*** Begin section ***
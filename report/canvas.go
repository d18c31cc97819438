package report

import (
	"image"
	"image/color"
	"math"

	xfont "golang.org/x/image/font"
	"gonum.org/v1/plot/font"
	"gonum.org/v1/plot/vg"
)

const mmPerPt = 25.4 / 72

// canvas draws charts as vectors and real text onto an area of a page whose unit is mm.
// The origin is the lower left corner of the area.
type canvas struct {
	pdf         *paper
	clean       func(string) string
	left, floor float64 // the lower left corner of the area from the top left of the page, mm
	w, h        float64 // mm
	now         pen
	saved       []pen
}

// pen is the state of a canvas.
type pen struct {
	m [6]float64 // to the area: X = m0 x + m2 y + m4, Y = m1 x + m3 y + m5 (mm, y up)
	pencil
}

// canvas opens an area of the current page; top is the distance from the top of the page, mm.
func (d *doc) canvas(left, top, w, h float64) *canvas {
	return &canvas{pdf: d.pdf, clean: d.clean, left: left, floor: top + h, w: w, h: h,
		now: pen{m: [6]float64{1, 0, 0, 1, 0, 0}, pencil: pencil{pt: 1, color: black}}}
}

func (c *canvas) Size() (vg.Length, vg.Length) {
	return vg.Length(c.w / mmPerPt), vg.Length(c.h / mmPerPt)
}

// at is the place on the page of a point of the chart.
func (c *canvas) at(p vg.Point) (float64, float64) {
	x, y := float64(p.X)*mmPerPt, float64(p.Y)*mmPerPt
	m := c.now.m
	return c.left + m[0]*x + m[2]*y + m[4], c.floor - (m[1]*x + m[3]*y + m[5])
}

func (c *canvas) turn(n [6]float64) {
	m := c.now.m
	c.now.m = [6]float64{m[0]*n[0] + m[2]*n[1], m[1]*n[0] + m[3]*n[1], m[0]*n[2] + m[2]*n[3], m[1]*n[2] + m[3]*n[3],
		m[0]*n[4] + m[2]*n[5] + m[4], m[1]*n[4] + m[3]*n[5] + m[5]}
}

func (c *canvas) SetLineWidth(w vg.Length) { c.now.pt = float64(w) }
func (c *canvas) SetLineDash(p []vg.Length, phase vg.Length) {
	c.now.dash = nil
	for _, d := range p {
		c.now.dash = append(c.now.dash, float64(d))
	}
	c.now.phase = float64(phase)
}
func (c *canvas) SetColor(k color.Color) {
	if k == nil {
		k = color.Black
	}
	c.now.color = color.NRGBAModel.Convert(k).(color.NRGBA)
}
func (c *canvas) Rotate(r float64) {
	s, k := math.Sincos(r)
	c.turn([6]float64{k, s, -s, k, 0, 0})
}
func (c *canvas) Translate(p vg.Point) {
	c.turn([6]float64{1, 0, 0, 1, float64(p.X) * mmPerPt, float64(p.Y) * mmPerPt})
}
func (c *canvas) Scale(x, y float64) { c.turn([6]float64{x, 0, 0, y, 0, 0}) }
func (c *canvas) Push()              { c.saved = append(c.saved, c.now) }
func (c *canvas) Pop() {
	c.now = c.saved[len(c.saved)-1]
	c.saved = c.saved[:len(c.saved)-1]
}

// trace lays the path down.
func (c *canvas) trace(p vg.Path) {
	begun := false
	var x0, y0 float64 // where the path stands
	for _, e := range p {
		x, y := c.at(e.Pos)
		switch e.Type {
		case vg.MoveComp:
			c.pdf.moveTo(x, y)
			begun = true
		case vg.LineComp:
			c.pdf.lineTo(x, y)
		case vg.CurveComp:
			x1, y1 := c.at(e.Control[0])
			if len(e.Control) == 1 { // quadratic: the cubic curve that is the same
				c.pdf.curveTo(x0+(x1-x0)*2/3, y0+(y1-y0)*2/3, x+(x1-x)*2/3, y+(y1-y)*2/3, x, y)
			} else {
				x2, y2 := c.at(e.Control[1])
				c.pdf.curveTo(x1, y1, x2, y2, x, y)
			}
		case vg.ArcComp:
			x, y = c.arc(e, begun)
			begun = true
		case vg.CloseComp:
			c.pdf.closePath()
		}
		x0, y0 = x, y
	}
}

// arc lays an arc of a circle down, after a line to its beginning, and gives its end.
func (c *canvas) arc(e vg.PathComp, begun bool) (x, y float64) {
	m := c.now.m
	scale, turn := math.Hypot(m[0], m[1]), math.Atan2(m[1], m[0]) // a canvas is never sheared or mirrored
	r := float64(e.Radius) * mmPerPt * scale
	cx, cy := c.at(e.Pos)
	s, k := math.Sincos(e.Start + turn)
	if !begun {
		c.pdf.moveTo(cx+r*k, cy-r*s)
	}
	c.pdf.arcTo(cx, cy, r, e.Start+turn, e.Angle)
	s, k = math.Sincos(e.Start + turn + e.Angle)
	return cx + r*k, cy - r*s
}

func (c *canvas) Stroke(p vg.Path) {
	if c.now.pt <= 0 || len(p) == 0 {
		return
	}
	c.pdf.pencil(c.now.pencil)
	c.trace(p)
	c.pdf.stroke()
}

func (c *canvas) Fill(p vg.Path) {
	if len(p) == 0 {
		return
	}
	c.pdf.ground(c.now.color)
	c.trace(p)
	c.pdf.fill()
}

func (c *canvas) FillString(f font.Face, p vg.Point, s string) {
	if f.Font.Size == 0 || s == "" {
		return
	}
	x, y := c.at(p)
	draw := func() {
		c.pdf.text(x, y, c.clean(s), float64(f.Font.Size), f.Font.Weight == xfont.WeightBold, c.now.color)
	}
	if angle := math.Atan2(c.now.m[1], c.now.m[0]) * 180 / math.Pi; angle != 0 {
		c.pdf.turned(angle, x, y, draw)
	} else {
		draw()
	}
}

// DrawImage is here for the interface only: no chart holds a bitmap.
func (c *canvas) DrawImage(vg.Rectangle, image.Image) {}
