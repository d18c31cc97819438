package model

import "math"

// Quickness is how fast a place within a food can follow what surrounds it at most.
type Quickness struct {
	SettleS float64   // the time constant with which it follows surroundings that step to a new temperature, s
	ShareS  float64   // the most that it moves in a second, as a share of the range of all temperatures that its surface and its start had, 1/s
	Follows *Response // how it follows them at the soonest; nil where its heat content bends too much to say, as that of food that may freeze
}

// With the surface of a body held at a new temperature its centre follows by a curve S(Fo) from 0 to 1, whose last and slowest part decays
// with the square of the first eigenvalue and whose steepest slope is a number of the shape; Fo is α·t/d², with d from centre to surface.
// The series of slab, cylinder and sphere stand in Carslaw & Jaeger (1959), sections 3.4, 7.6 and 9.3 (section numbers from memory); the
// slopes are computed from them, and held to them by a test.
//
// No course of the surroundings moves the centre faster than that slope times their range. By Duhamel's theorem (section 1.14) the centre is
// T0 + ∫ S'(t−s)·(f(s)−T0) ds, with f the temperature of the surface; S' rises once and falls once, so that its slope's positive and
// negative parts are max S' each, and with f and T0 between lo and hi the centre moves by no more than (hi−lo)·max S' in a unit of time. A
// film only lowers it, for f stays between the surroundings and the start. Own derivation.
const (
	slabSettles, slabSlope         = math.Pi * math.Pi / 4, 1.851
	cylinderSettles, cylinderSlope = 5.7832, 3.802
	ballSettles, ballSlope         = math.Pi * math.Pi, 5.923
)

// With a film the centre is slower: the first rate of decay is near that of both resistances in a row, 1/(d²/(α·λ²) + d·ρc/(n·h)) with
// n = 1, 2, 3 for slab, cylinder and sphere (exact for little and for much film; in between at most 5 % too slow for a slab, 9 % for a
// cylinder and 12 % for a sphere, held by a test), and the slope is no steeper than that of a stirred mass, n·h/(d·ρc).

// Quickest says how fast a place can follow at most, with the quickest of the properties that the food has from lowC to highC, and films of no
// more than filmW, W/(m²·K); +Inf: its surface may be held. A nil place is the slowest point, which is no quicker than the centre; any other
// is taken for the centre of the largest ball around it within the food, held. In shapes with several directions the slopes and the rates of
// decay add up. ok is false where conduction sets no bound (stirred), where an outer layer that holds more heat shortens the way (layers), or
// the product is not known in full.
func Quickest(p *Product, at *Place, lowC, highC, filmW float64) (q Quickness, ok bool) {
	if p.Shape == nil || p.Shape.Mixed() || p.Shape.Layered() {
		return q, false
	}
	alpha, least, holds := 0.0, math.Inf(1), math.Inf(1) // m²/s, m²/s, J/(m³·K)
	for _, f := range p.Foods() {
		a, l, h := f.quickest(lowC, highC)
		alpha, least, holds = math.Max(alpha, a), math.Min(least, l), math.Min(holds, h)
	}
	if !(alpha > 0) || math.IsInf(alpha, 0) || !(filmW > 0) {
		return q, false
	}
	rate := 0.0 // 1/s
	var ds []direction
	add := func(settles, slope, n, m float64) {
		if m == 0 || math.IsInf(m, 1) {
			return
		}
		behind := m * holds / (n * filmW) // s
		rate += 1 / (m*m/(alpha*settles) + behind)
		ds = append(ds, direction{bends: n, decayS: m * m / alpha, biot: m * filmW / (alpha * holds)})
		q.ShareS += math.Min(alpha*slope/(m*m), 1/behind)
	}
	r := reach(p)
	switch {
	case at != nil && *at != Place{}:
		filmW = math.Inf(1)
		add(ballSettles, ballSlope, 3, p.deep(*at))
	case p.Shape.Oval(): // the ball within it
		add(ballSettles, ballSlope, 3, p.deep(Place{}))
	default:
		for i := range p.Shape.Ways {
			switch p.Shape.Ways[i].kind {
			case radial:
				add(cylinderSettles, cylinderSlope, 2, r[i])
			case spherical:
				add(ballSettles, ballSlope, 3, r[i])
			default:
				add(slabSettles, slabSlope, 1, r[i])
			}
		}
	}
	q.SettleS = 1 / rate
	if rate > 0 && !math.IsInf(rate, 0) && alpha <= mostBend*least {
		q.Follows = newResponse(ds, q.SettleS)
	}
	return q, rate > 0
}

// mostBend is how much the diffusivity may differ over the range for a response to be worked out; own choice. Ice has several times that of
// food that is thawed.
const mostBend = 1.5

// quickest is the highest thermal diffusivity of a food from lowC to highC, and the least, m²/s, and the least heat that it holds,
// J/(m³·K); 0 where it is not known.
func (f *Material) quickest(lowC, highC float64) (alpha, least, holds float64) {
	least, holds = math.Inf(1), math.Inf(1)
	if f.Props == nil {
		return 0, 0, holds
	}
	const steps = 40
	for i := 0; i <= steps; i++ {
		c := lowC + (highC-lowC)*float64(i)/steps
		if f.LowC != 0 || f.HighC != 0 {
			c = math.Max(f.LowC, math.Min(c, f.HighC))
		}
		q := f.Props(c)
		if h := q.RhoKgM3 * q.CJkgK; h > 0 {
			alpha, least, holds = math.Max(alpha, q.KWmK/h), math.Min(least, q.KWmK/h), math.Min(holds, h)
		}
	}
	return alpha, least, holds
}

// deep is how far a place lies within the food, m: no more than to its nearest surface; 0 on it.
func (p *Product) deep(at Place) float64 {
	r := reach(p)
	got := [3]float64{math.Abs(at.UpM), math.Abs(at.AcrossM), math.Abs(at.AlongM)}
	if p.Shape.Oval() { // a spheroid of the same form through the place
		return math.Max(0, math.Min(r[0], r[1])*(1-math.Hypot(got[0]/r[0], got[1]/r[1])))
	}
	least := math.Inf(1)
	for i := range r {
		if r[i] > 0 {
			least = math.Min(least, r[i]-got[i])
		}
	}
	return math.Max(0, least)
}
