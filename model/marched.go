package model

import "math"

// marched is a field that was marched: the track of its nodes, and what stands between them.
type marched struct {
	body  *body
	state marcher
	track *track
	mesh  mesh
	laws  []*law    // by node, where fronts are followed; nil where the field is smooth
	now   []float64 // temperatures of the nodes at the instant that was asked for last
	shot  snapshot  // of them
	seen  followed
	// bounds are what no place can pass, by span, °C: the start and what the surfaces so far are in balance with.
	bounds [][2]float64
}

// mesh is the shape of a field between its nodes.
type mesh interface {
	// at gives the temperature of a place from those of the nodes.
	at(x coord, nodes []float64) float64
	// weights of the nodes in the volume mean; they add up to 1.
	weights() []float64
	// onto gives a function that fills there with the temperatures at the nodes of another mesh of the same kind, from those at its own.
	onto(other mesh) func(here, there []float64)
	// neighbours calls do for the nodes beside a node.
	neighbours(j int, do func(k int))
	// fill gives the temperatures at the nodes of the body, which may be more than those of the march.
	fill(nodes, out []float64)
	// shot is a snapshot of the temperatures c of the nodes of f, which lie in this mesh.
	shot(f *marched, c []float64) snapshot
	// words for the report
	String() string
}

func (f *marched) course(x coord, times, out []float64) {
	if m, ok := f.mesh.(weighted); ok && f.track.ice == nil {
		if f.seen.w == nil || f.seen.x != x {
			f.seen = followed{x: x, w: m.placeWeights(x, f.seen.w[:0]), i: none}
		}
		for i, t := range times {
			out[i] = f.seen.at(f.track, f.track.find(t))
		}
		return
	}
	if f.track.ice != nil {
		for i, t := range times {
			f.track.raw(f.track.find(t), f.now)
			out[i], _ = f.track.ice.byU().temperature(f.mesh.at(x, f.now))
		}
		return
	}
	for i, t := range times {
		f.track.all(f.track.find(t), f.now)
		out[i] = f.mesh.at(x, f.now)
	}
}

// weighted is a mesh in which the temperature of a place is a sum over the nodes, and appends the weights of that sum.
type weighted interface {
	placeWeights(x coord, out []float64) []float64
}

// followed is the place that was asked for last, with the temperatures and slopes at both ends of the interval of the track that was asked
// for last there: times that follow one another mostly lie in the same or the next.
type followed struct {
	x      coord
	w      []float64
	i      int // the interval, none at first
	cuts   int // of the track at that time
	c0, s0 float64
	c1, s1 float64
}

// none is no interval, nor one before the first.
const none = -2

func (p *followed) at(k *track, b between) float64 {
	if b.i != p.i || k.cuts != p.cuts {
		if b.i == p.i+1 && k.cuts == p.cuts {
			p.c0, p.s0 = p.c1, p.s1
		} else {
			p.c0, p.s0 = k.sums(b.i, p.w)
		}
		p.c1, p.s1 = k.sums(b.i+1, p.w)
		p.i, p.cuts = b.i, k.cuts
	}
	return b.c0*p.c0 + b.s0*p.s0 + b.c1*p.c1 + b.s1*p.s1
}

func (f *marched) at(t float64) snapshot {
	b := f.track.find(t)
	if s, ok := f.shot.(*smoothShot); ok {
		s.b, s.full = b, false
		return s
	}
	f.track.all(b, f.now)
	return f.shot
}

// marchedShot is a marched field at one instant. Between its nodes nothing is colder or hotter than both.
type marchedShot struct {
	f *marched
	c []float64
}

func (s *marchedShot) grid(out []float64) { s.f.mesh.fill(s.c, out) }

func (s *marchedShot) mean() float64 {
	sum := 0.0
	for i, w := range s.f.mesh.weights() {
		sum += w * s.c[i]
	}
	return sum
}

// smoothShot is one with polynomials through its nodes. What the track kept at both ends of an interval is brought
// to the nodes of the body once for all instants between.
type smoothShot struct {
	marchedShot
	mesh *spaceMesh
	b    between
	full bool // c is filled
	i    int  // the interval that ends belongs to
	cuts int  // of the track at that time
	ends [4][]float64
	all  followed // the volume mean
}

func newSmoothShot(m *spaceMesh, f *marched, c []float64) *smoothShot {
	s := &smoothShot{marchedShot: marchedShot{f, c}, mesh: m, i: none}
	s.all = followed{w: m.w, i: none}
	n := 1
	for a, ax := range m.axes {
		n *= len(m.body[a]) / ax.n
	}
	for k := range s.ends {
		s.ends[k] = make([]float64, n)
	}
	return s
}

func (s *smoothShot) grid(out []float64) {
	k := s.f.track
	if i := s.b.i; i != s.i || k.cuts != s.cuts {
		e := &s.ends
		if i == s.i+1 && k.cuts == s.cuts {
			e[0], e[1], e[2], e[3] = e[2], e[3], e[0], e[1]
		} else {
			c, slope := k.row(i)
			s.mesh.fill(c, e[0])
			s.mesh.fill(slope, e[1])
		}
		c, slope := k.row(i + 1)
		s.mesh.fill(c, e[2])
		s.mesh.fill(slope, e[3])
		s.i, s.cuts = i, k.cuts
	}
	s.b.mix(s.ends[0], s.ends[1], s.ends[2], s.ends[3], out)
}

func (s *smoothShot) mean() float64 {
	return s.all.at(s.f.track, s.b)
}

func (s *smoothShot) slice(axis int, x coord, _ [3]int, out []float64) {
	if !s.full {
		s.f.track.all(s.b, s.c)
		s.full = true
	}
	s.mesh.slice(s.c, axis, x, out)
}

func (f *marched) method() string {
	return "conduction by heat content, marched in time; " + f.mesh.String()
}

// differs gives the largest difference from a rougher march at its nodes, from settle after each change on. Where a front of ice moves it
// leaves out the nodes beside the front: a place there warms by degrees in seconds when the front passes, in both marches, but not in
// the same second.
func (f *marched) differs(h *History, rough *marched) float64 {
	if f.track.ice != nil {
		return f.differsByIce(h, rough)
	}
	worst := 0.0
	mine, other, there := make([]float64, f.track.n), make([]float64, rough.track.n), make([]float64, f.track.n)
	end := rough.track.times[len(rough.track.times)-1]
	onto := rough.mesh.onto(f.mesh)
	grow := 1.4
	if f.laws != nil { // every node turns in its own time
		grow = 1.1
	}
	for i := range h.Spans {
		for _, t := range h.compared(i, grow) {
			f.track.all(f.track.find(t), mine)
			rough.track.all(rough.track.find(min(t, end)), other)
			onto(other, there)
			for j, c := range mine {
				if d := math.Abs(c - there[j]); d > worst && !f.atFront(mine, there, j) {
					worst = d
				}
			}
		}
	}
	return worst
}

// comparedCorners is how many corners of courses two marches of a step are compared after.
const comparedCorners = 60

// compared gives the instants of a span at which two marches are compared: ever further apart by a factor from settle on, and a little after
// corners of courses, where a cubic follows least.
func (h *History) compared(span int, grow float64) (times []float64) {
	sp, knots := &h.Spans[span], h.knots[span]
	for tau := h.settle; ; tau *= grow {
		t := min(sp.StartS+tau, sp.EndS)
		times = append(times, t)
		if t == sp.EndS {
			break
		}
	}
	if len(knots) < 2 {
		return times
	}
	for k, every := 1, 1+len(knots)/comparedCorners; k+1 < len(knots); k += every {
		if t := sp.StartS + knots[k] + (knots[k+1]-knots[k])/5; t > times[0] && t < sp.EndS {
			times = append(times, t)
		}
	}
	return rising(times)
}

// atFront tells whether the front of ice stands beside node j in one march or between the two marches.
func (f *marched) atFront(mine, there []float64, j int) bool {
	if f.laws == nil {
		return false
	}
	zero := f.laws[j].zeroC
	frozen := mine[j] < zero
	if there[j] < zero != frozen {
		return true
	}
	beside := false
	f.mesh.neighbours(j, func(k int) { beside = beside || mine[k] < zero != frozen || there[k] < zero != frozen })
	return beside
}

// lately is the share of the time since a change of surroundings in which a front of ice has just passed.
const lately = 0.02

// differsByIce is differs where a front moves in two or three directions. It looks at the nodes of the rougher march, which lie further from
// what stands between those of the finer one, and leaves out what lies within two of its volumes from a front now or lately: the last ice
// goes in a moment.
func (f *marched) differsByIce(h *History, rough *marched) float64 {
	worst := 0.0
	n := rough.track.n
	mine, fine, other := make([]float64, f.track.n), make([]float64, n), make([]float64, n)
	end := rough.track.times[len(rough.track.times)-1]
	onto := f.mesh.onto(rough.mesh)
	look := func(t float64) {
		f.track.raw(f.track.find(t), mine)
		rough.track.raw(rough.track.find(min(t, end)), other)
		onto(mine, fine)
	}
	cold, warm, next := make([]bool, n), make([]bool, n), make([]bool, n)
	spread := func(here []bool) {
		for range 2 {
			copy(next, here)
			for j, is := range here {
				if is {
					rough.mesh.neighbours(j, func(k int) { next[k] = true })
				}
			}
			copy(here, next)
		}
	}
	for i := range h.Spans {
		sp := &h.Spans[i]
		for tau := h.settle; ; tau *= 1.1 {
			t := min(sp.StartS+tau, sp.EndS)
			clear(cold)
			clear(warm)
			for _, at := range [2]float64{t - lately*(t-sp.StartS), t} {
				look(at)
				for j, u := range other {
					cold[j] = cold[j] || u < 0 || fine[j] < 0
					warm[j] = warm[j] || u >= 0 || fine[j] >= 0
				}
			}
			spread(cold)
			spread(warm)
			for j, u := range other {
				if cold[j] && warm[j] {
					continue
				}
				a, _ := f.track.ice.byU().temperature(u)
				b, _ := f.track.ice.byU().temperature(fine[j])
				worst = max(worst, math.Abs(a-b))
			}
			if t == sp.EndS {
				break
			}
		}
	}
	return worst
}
*** End section ***
▸ **EXERCISE**: Count, in the records above, the lines that contain the word "gonum"; the answer is that number alone.

▸ **ANSWER SPACE**: 2